Jetzt waren fast alle Plätze besetzt, es war halb neun, und mit einem Mal verstummten die Gespräche. Die weißgekleideten Mädchen standen still, sie hielten die Programme, die sie nicht verkauft hatten, graziös an ihre Brust, die Mitteltüre öffnete sich weit, der Fürst und die Fürstin traten in den Saal. Der Hofrat und seine Frau geleiteten sie an die Plätze, dann trat der Hofrat vor das Publikum.

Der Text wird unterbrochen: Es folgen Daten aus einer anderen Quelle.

//! Chu-Liu (1965) / Edmonds (1967) maximum spanning arborescence in O(n²) on dense graphs,
//! organised as in Tarjan (1977), with an exact single-root search on top.
//!
//! Layout: the score matrix is read in place and never copied. One sequential pass over its rows
//! finds every word's best head (the only O(n²) memory traffic in the common case of few
//! cycles). A contracted group gets one *incoming row* of its own, indexed by original head:
//! `row[h]` = the best reduced score of an arc from `h` into any member, with that member's
//! original modifier. Building it reads each member's column (or row) once, O(n · |cycle|); since
//! cycle sizes add up to less than 2n, the whole contraction phase is O(n²). Heads that fall
//! inside the group are skipped when the row is scanned (union-find), so no row or column is
//! ever rewritten. The expansion is O(n²) as well.
//!
//! Phases:
//! 1. *Contraction* (Tarjan 1977): every group without an in-arc picks its best one. Weak
//!    components (union-find) tell whether the pick closes a cycle; if it does, the cycle is
//!    contracted into a new group whose in-arcs are reduced by the score of the member they
//!    would replace. Arcs from the root never close a cycle and are not merged.
//! 2. *Expansion*: walking the contractions from the last to the first, the member that
//!    contains the modifier of the group's chosen in-arc takes that arc; the others keep the
//!    arc they had inside the cycle.
//!
//! Single root (see [`decode`]): when the unconstrained optimum attaches exactly one word to the
//! root it is also the constrained optimum (nothing more to do, O(n²)). Otherwise the
//! constrained optimum is `max_r` of the optimum with the root arc forced to `r`, and the
//! candidates `r` are tried best-bound-first with branch and bound (each try reuses the first
//! pass, so it costs O(n) plus its contractions): forcing `r` can gain at most
//! `score(0, r) − best word head of r` over the sum of every word's best word head, and no
//! candidate can beat the unconstrained optimum. The search stops as soon as no remaining bound
//! beats the best tree found. This is exact; its worst case is O(n³) (every candidate tried),
//! where Zmigrod, Vieira & Cotterell (2020, "Please Mind the Root") give an O(n²) bound by
//! deleting root arcs one at a time. The naive reading of that rule — delete the root arc whose
//! score exceeds its group's next-best in-arc by the least — is wrong when that next-best arc
//! closes a cycle. Three words, root arcs 10 / 10 / 0, 1→3 = 10, 3→1 = 9.5, 1→2 = 3→2 = 1, the
//! rest 0: the root takes 1 and 2; giving up 0→1 "costs" 0.5 (3→1 instead) and 0→2 costs 9, but
//! 3→1 closes 1 ⇄ 3, and the best tree keeping 0→2 scores 20 while 0→1, 1→3, 1→2 scores 21.
//! The exact search stays until the rule is re-derived with its cycle case and passes the same
//! checks (`chu_liu_edmonds_single_root_matches_reference` has root-heavy scores for that).
//!
//! Ties: a word or group takes the in-arc whose head has the smallest position among equal
//! scores; among single-root candidates of equal score the first tried wins (highest bound, then
//! smallest position).

use super::{RootConstraint, ScoreMatrix};

const NONE: usize = usize::MAX;

/// Best arborescence rooted at 0: `heads[m]` for `m` in `1..=n` (`heads[0] = 0`).
pub fn decode(scores: &ScoreMatrix, root: RootConstraint) -> Vec<usize> {
    let first = BestWordHeads::new(scores);
    let unconstrained = Solver::new(scores, &first, None).solve();
    let root_children = unconstrained.iter().skip(1).filter(|&&h| h == 0).count();
    if root == RootConstraint::MultiRoot || root_children == 1 {
        return unconstrained;
    }
    let n = scores.words();
    let ceiling = scores.tree_score(&unconstrained);
    // Every word's best word (non-root) head, summed: a relaxation of every tree.
    let relaxed: f64 = first.best[1..].iter().map(|&(score, _)| score).sum();
    let mut candidates: Vec<(f64, usize)> = (1..=n)
        .map(|r| {
            let bound = relaxed - first.best[r].0 + scores.get(0, r);
            (bound.min(ceiling), r)
        })
        .collect();
    candidates.sort_by(|a, b| b.0.total_cmp(&a.0).then(a.1.cmp(&b.1)));
    let mut best: Option<(f64, Vec<usize>)> = None;
    for (bound, r) in candidates {
        if best
            .as_ref()
            .is_some_and(|(best_score, _)| bound <= *best_score)
        {
            break;
        }
        let heads = Solver::new(scores, &first, Some(r)).solve();
        let score = scores.tree_score(&heads);
        if best.as_ref().is_none_or(|(b, _)| score > *b) {
            best = Some((score, heads));
        }
    }
    best.map(|(_, heads)| heads).unwrap_or(unconstrained)
}

/// Each word's best non-root head (smallest position among ties), from one pass over the rows.
struct BestWordHeads {
    best: Vec<(f64, usize)>,
}

impl BestWordHeads {
    fn new(scores: &ScoreMatrix) -> Self {
        let side = scores.side();
        let matrix = scores.as_slice();
        let mut best = vec![(f64::NEG_INFINITY, NONE); side];
        for h in 1..side {
            let row = &matrix[h * side..(h + 1) * side];
            for (m, &score) in row.iter().enumerate().skip(1) {
                if score > best[m].0 {
                    best[m] = (score, h);
                }
            }
        }
        BestWordHeads { best }
    }
}

/// Union-find with path halving; the caller chooses which representative absorbs the other.
struct UnionFind {
    parent: Vec<usize>,
}

impl UnionFind {
    fn new(size: usize) -> Self {
        UnionFind {
            parent: (0..size).collect(),
        }
    }

    fn find(&mut self, mut x: usize) -> usize {
        while self.parent[x] != x {
            self.parent[x] = self.parent[self.parent[x]];
            x = self.parent[x];
        }
        x
    }

    /// Makes `into` the representative of the union (both must be representatives).
    fn attach(&mut self, from: usize, into: usize) {
        self.parent[from] = into;
    }
}

/// An in-arc: original head and modifier, and its reduced score.
#[derive(Clone, Copy)]
struct Arc {
    head: usize,
    modifier: usize,
    score: f64,
}

/// One run of the contraction and expansion phases. Groups are numbered like nodes: the
/// original positions `0..=n`, then one new id per contraction.
struct Solver<'a> {
    scores: &'a ScoreMatrix,
    first: &'a BestWordHeads,
    side: usize,
    /// `Some(r)`: the root may only take word `r`.
    only_root_child: Option<usize>,
    /// Original position or group → the group that now contains it.
    groups: UnionFind,
    /// Weak components of groups (arcs from the root do not join them).
    weak: UnionFind,
    chosen: Vec<Option<Arc>>,
    /// Incoming rows of contracted groups: reduced score by original head, and the modifier.
    rows: Vec<Option<(Vec<f64>, Vec<u32>)>>,
    /// Per group: the contraction it was merged into (not path-compressed), and the in-arc it
    /// keeps after expansion.
    parent: Vec<usize>,
    kept: Vec<(usize, usize)>,
    /// Ids of contractions in creation order, with their members.
    contractions: Vec<(usize, Vec<usize>)>,
    /// Groups waiting to choose an in-arc (popped in increasing position order initially).
    pending: Vec<usize>,
}

impl<'a> Solver<'a> {
    fn new(
        scores: &'a ScoreMatrix,
        first: &'a BestWordHeads,
        only_root_child: Option<usize>,
    ) -> Self {
        let side = scores.side();
        let ids = 2 * side;
        Solver {
            scores,
            first,
            side,
            only_root_child,
            groups: UnionFind::new(ids),
            weak: UnionFind::new(ids),
            chosen: vec![None; ids],
            rows: vec![None; ids],
            parent: vec![NONE; ids],
            kept: vec![(0, 0); ids],
            contractions: Vec::new(),
            pending: (1..side).rev().collect(),
        }
    }

    fn root_allowed(&self, word: usize) -> bool {
        self.only_root_child.is_none_or(|r| r == word)
    }

    fn solve(mut self) -> Vec<usize> {
        self.contract_all();
        self.expand()
    }

    /// Best in-arc of a group: precomputed for original words, a row scan for contractions.
    fn best_in(&mut self, group: usize) -> Option<Arc> {
        if group < self.side {
            let (word_score, word_head) = self.first.best[group];
            let root_score = self.scores.get(0, group);
            if self.root_allowed(group) && root_score >= word_score {
                return Some(Arc {
                    head: 0,
                    modifier: group,
                    score: root_score,
                });
            }
            return (word_head != NONE).then_some(Arc {
                head: word_head,
                modifier: group,
                score: word_score,
            });
        }
        let (values, modifiers) = self.rows[group].take().expect("contracted group has a row");
        let mut best: Option<Arc> = None;
        for (head, &score) in values.iter().enumerate() {
            if score > best.map_or(f64::NEG_INFINITY, |b| b.score)
                && self.groups.find(head) != group
            {
                best = Some(Arc {
                    head,
                    modifier: modifiers[head] as usize,
                    score,
                });
            }
        }
        self.rows[group] = Some((values, modifiers));
        best
    }

    fn contract_all(&mut self) {
        while let Some(v) = self.pending.pop() {
            let Some(arc) = self.best_in(v) else {
                // Unreachable: every word keeps finite in-arcs from the other words (only root
                // arcs are ever withheld), so some arc is always available.
                continue;
            };
            self.chosen[v] = Some(arc);
            if arc.head == 0 {
                continue;
            }
            let u = self.groups.find(arc.head);
            let (weak_u, weak_v) = (self.weak.find(u), self.weak.find(v));
            if weak_u != weak_v {
                self.weak.attach(weak_v, weak_u);
                continue;
            }
            // The new arc closes a cycle: walk from u back to v along chosen in-arcs.
            let mut cycle = vec![v];
            let mut x = u;
            while x != v {
                cycle.push(x);
                let head = self.chosen[x]
                    .expect("a group on a cycle has an in-arc")
                    .head;
                x = self.groups.find(head);
            }
            self.contract(&cycle);
        }
    }

    /// Merges the groups of `cycle` into a new group with its own incoming row.
    fn contract(&mut self, cycle: &[usize]) {
        let side = self.side;
        let id = side + self.contractions.len();
        let mut values = vec![f64::NEG_INFINITY; side];
        let mut modifiers = vec![0u32; side];
        let matrix = self.scores.as_slice();
        for &member in cycle {
            let reduce = self.chosen[member]
                .expect("cycle member has an in-arc")
                .score;
            if member < side {
                // An original word: its column of the score matrix.
                let root_score = if self.root_allowed(member) {
                    matrix[member]
                } else {
                    f64::NEG_INFINITY
                };
                for head in 0..side {
                    let raw = if head == 0 {
                        root_score
                    } else {
                        matrix[head * side + member]
                    };
                    let score = raw - reduce;
                    if score > values[head] {
                        values[head] = score;
                        modifiers[head] = member as u32;
                    }
                }
            } else {
                let (member_values, member_modifiers) = self.rows[member]
                    .take()
                    .expect("contracted member has a row");
                for head in 0..side {
                    let score = member_values[head] - reduce;
                    if score > values[head] {
                        values[head] = score;
                        modifiers[head] = member_modifiers[head];
                    }
                }
            }
        }
        let weak_root = self.weak.find(cycle[0]);
        self.weak.attach(id, weak_root);
        let mut members = Vec::with_capacity(cycle.len());
        for &member in cycle {
            let arc = self.chosen[member]
                .take()
                .expect("cycle member has an in-arc");
            self.parent[member] = id;
            self.kept[member] = (arc.head, arc.modifier);
            self.groups.attach(member, id);
            members.push(member);
        }
        self.rows[id] = Some((values, modifiers));
        self.contractions.push((id, members));
        self.pending.push(id);
    }

    fn expand(&mut self) -> Vec<usize> {
        let last = self.side + self.contractions.len();
        for group in 1..last {
            if let (NONE, Some(arc)) = (self.parent[group], self.chosen[group]) {
                self.kept[group] = (arc.head, arc.modifier);
            }
        }
        for (id, _members) in self.contractions.iter().rev() {
            let (head, modifier) = self.kept[*id];
            // The member of this contraction that contains the arc's modifier.
            let mut member = modifier;
            while self.parent[member] != *id {
                member = self.parent[member];
            }
            self.kept[member] = (head, modifier);
        }
        let mut heads = vec![0usize; self.side];
        for m in 1..self.side {
            heads[m] = self.kept[m].0;
        }
        heads
    }
}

Er räusperte sich zuerst, dann sagte er: »Durchlauchtigste Exzellenzen! Meine Damen und Herren! In dieser großen Zeit, da unser aller Gedanken bei Tag und Nacht dem teuren Vaterlande zugewandt sind, da jung und alt alle Kräfte vereinen, um den heimtückischen Feinden, die uns von allen Seiten bedrohen, siegreich zu begegnen, da wandern unsere Gedanken auch zu jenen heldenhaften Verteidigern des Vaterlandes, die eine dauernde körperliche Schädigung davongetragen haben.« Der Hofrat sprach dann von den Amputierten, von solchen, die das Augenlicht verloren hatten, er blickte gelegentlich in ein Manuskript und nahm seinen Knebelbart in eine Hand. Er sprach von großen Fortschritten, mit denen die neue Technik der Prothesen neue Möglichkeiten und neue Lebenshoffnungen ersprießen ließ. »Aber dennoch«, so fuhr er fort, »aber dennoch, wir haben noch immer alle Hände voll zu tun, wir haben zu geben und zu geben, die Not ruft noch immer zum Himmel.« Und er hielt inne und blickte in die Höhe, als könne er durch die Saaldecke hindurch in jenen Himmel sehen. Die Zuhörer sowie die Exzellenzen bewahrten eine bewegungslose Stille, und ebenso die weißen Mädchen, die jetzt auf einer gepolsterten Bank entlang der einen von den Spiegelscheiben saßen. Der Hofrat schloss mit einer Note der Zuversicht. Denn die Opferfreudigkeit des Hinterlands, so meinte er, sei ein würdiges Gegenspiel zu den großen Taten der Armeen. »Und indem wir jeder«, so sagte er, »auf unserem Platz stehen, blicken wir vertrauensvoll in eine große siegreiche Zukunft, und wir alle lassen den kräftigen Ruf erschallen: Hoch Österreich! Hoch das erhabene Kaiserhaus!« Das Publikum ließ den Ruf zwar nicht in Wirklichkeit erklingen, aber ein jeder applaudierte heftig, und die Fürstin, recht korpulent, tat dieses, indem sie ihre Arme in die Höhe hob und ihre Hände in raschen und kleinen Bewegungen gegeneinanderschlug.